*About this exercise*:
Pull out every line in the data that has the string "ExitCode" in it.

*Exercise data*:
_ _ _
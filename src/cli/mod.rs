//! The command line: arguments in, exit status out.
//!
//! Only this layer touches files, the terminal and threads.

pub mod arguments;
mod audit;
mod batch;
mod explain;
mod help;
mod input;
mod levels;
mod modes;
mod output;
mod page;
mod placing;
mod progress;
mod purify;
mod states;
pub mod terminal;
mod transitions;
mod verbs;

use crate::diagnostic::{self, Diagnostic};
use crate::labelling::LabelError;
use arguments::{Arguments, Common, Verb};
use std::io::{self, Write};
use std::path::PathBuf;
use std::process::ExitCode;
use thiserror::Error;

/// How a run ended.
#[derive(Debug, Clone, Copy, PartialEq, Eq)]
pub enum Status {
    /// The result stands.
    Done = 0,
    /// `audit` found broken symmetry.
    Broken = 1,
    /// Wrong usage.
    Usage = 2,
    /// The input cannot be read or is inconsistent.
    BadInput = 3,
    /// The numbers fail their own check.
    NumbersFail = 4,
}

impl From<Status> for ExitCode {
    fn from(status: Status) -> Self {
        Self::from(status as u8)
    }
}

/// Why a run gave no result.
#[derive(Debug, Error)]
pub enum CliError {
    /// An input could not be read.
    #[error("cannot read {}: {source}", path.display())]
    Read {
        /// As given.
        path: PathBuf,
        /// What the system says.
        source: io::Error,
    },
    /// A result could not be written.
    #[error("cannot write {}: {source}", path.as_ref().map_or("standard output".into(), |path| path.display().to_string()))]
    Write {
        /// None for standard output.
        path: Option<PathBuf>,
        /// What the system says.
        source: io::Error,
    },
    /// The input says something wrong.
    #[error("{drawn}")]
    Input {
        /// All findings, drawn.
        drawn: String,
    },
    /// No labels could be found.
    #[error("{}: {source}", path.display())]
    Label {
        /// The file.
        path: PathBuf,
        /// The reason.
        source: LabelError,
    },
    /// The numbers do not allow what was asked for.
    #[error("{0}")]
    Refused(String),
    /// An argument that only its meaning shows to be wrong.
    #[error("{0}")]
    Usage(String),
}

impl CliError {
    fn status(&self) -> Status {
        match self {
            Self::Usage(_)
            | Self::Label {
                source: LabelError::Orientation { .. } | LabelError::SphericalFrame | LabelError::Continuous { .. },
                ..
            } => Status::Usage,
            Self::Refused(_) | Self::Label { source: LabelError::Convention(_), .. } => Status::NumbersFail,
            Self::Write { source, .. } if source.kind() == io::ErrorKind::BrokenPipe => Status::Done,
            Self::Read { .. } | Self::Write { .. } | Self::Input { .. } | Self::Label { .. } => Status::BadInput,
        }
    }

    /// Tells the person, except that a reader who has closed the pipe hears nothing.
    pub fn report(&self, errors: &mut dyn Write) -> ExitCode {
        let status = self.status();
        if status != Status::Done {
            // Nobody is left to tell when standard error itself fails.
            let _ = writeln!(errors, "orbsieve: {self}");
        }
        status.into()
    }
}

/// Runs one verb.
///
/// # Errors
/// [`CliError`], which knows its exit status.
pub fn run(arguments: &Arguments, out: &mut dyn Write, errors: &mut dyn Write) -> Result<Status, CliError> {
    match &arguments.verb {
        Verb::Label(label) => verbs::label(label, out, errors),
        Verb::Geometry(geometry) => verbs::geometry(geometry, out, errors),
        Verb::Table(table) => verbs::table(table, out),
        Verb::Modes(arguments) => modes::modes(arguments, out, errors),
        Verb::States(arguments) => states::states(arguments, out, errors),
        Verb::Audit(arguments) => audit::audit(arguments, out, errors),
        Verb::Purify(arguments) => purify::purify(arguments, out, errors),
        Verb::Batch(arguments) => batch::batch(arguments, out, errors),
        Verb::Levels(arguments) => levels::levels(arguments, out, errors),
        Verb::Transitions(arguments) => transitions::transitions(arguments, out, errors),
        Verb::Schema(arguments) => help::schema(arguments, out),
        Verb::Completions(arguments) => help::completions(arguments.shell, out),
        Verb::Manual(arguments) => help::manual(arguments.verb.as_deref(), out),
    }
}

/// Sets the number of threads; once a process.
fn use_threads(common: &Common) -> Result<(), CliError> {
    rayon::ThreadPoolBuilder::new()
        .num_threads(common.threads)
        .build_global()
        .map_err(|error| CliError::Usage(format!("cannot start {} threads: {error}", common.threads)))
}

/// Drawn findings, one after the other.
fn draw(findings: &[Diagnostic], name: &str, bytes: &[u8]) -> String {
    findings.iter().map(|finding| diagnostic::draw(finding, name, bytes)).collect::<Vec<_>>().join("\n")
}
_ _ _
*Answer for this exercise*:
use std::process::ExitCode;
impl From<Status> for ExitCode {
    pub fn report(&self, errors: &mut dyn Write) -> ExitCode {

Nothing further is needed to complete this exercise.